Il refuse cette option et se résout à partir pour l'Égypte, le pays le plus proche de Gaza. C'est ce qu'on appelle aujourd'hui la “fuite volontaire”, mais il n'y a rien de volontaire là-dedans, quand rester signifie mourir ou être humilié en permanence. Le départ pour l'Égypte a toujours été une option avant la guerre, mais il l'a refusée.
Les combats se poursuivent à l'approche de la nouvelle année, et rien n'indique que les choses puissent changer de sitôt. La mort est la chose la plus courante ici, plus courante que les fêtes de fin d'année ou l'anniversaire de mon fils. Mais il semble qu'avant son premier anniversaire, il sera déjà un réfugié dans une quelconque partie du monde.
Mais aujourd’hui, les habitants de Rafah craignent que ce qui s'est produit dans d'autres parties de Gaza ne se produise ici aussi. Qu'est-ce qui va empêcher Israël d'envahir Rafah et d'ordonner à ses habitants de se rendre en Égypte ? Pour Israël, il s'agit d'une occasion historique de réaliser la deuxième Nakba.
Malgré cela, la résistance dans le nord de Gaza et à Khan Younis continue de se battre et l'armée israélienne subit de lourdes pertes.
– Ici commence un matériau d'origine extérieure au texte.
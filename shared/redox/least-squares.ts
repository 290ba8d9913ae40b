/**
 * Ordinary least squares for the handful of parameters a calibration has (at most three),
 * with the statistics a metallurgist needs to judge a fit: standard errors, residual
 * standard error, leverages and externally studentized residuals.
 */

export type OlsResult = {
  /** Fitted coefficients, one per design column. */
  beta: number[];
  residuals: number[];
  /** Residual standard error √(Σr²/(n − p)); NaN when n = p. */
  s: number;
  /** Standard error of each coefficient, s·√((XᵀX)⁻¹)ᵢᵢ. */
  se: number[];
  /** (XᵀX)⁻¹, so callers can take the variance of any linear combination. */
  inverse: number[][];
  /** Leverage hᵢᵢ of each row. */
  leverage: number[];
  n: number;
  p: number;
};

/** Inverts a small symmetric positive-definite matrix (Gauss–Jordan, partial pivoting); null when singular. */
function invert(a: number[][]): number[][] | null {
  const p = a.length;
  const m = a.map((row, i) => [...row, ...row.map((_, j) => (i === j ? 1 : 0))]);
  const scale = Math.max(...a.map((row, i) => Math.abs(row[i])));
  for (let c = 0; c < p; c++) {
    let pivot = c;
    for (let r = c + 1; r < p; r++) if (Math.abs(m[r][c]) > Math.abs(m[pivot][c])) pivot = r;
    // A pivot this small relative to the diagonal means two columns carry the same information.
    if (!(Math.abs(m[pivot][c]) > scale * 1e-12)) return null;
    [m[c], m[pivot]] = [m[pivot], m[c]];
    const d = m[c][c];
    for (let j = 0; j < 2 * p; j++) m[c][j] /= d;
    for (let r = 0; r < p; r++) {
      if (r === c) continue;
      const f = m[r][c];
      if (f !== 0) for (let j = 0; j < 2 * p; j++) m[r][j] -= f * m[c][j];
    }
  }
  return m.map((row) => row.slice(p));
}

const dot = (a: number[], b: number[]) => a.reduce((s, x, i) => s + x * b[i], 0);

/**
 * Fits y = X·β by ordinary least squares.
 * @param rows design matrix X, one row per observation
 * @param y observations
 * @returns the fit, or null when the columns are collinear or there are fewer rows than columns
 */
export function ols(rows: number[][], y: number[]): OlsResult | null {
  const n = rows.length;
  const p = rows[0]?.length ?? 0;
  if (p === 0 || n < p) return null;
  const xtx = Array.from({ length: p }, (_, i) => Array.from({ length: p }, (_, j) => rows.reduce((s, r) => s + r[i] * r[j], 0)));
  const inverse = invert(xtx);
  if (!inverse) return null;
  const xty = Array.from({ length: p }, (_, i) => rows.reduce((s, r, k) => s + r[i] * y[k], 0));
  const beta = inverse.map((row) => dot(row, xty));
  const residuals = rows.map((r, k) => y[k] - dot(r, beta));
  const sse = residuals.reduce((s, r) => s + r * r, 0);
  const s = n > p ? Math.sqrt(sse / (n - p)) : NaN;
  const se = inverse.map((row, i) => s * Math.sqrt(row[i]));
  const leverage = rows.map((r) => dot(r, inverse.map((row) => dot(row, r))));
  return { beta, residuals, s, se, inverse, leverage, n, p };
}

/**
 * Externally studentized residuals tᵢ = rᵢ / (s₍ᵢ₎·√(1 − hᵢᵢ)), where s₍ᵢ₎ is the residual
 * standard error with observation i left out (from the leave-one-out identity, no refit).
 * @param floor residuals smaller than this are treated as exact (rounding, not error)
 * @returns one value per observation; null where it is undefined (n − p < 2 or hᵢᵢ = 1)
 */
export function studentizedResiduals(fit: OlsResult, floor: number): Array<number | null> {
  const { n, p, residuals, leverage } = fit;
  if (n - p < 2) return residuals.map(() => null);
  const sse = residuals.reduce((s, r) => s + r * r, 0);
  return residuals.map((r, i) => {
    const oneMinusH = 1 - leverage[i];
    if (!(oneMinusH > 1e-12)) return null;
    if (Math.abs(r) < floor) return 0;
    const s2 = Math.max(0, (sse - (r * r) / oneMinusH) / (n - p - 1));
    // The others fit exactly once this one is left out: it stands out without limit.
    if (s2 <= floor * floor) return r > 0 ? Infinity : -Infinity;
    return r / Math.sqrt(s2 * oneMinusH);
  });
}
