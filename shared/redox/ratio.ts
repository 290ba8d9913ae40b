/**
 * Working with a ratio once it is known: splitting total iron, log scale for
 * bands and charts, and how far a probe tolerance moves the ratio.
 */
import { TOLERANCE_LIMIT_MV } from './constants';
import { requireFinite, requireNonNegative, requirePositive, requireTempC } from './guards';
import { ferricFractionOf, nernstSlopeV } from './nernst';

/**
 * Splits total iron into Fe³⁺ and Fe²⁺ from the ratio.
 * @param ratio Fe³⁺/Fe²⁺, > 0
 * @param totalFe total iron in any concentration unit (g/L usually), ≥ 0
 * @returns fe3 and fe2 in the unit of totalFe; fe3 + fe2 = totalFe (to rounding)
 */
export function ironSplit(ratio: number, totalFe: number): { fe3: number; fe2: number } {
  requirePositive('ratio', ratio);
  requireNonNegative('totalFe', totalFe);
  // Each part from its own fraction: totalFe·ratio could overflow, and a
  // subtraction would lose the minor ion's digits at extreme ratios.
  return { fe3: totalFe * ferricFractionOf(ratio), fe2: totalFe / (1 + ratio) };
}

/**
 * log10 of a ratio, for log-scaled bands and trend axes.
 * @param ratio Fe³⁺/Fe²⁺, > 0
 */
export function log10Ratio(ratio: number): number {
  requirePositive('ratio', ratio);
  return Math.log10(ratio);
}

/**
 * Ratio from its log10 (inverse of log10Ratio), clamped like orpToRatio so it stays finite.
 * @param log10 log10 of Fe³⁺/Fe²⁺, finite
 */
export function ratioFromLog10(log10: number): number {
  // 10^±300 keeps the ratio inside the double range with room to spare.
  const v = requireFinite('log10', log10);
  return 10 ** Math.max(-300, Math.min(300, v));
}

/**
 * How far the ratio may be off when the potential is uncertain by ±toleranceMv:
 * d(ln ratio) = dE·F/(R·T), so the ratio is uncertain by a factor exp(tol/(R·T/F)).
 * @param input.tempC temperature, °C
 * @param input.toleranceMv potential tolerance, mV, in (0, 1000]
 * @returns factor ≥ 1; the true ratio lies within ratio/factor … ratio·factor (≈1.48 for ±10 mV at 25 °C)
 */
export function ratioUncertainty(input: { tempC: number; toleranceMv: number }): { factor: number } {
  requireTempC('tempC', input.tempC);
  const toleranceMv = requirePositive('toleranceMv', input.toleranceMv, TOLERANCE_LIMIT_MV, 'mV');
  return { factor: Math.exp(toleranceMv / 1000 / nernstSlopeV(input.tempC)) };
}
Ces pertes indiquent qu'Israël n'a pas été en mesure de détruire la résistance de Gaza ou d'éliminer le Hamas, comme il le prétend. À l'heure où j'écris ces lignes, et au cours des deux derniers mois, Israël n'a pas été en mesure d'atteindre ne serait-ce qu'un seul des objectifs qu'il avait publiquement fixés au début de la guerre. Israël affirme avoir pris le contrôle du nord, totalement rasé, y compris la ville de Gaza, Beit Lahia, Beit Hanoun, Jabaliya et le camp de réfugiés de Jabaliya. Pratiquement aucune maison ni aucun bâtiment n'est resté debout, et les forces israéliennes y opèrent depuis des mois, y compris les forces terrestres. Pourtant, c'est précisément à partir de ces zones que de nouveaux déluges de roquettes continuent d'être lancés sur Israël.
C'est pourquoi les habitants de Rafah sont convaincus qu'Israël va se tourner vers des cibles plus faciles. L'extension de l'offensive terrestre à Khan Younis et au sud de Gaza, où Israël a commis des massacres terrifiants, est perçue comme un indicateur de ce qui est à venir. En fait, le sentiment qui prévaut à Rafah est que, puisqu'Israël n'a pas été en mesure de réaliser d’avancée militaire significative pour gagner du terrain sur la résistance, il va déverser sa frustration sur les habitants de Rafah.
Et il vengera son orgueil blessé par des tueries aveugles, des massacres et le nettoyage ethnique de la population de Gaza dans le Sinaï.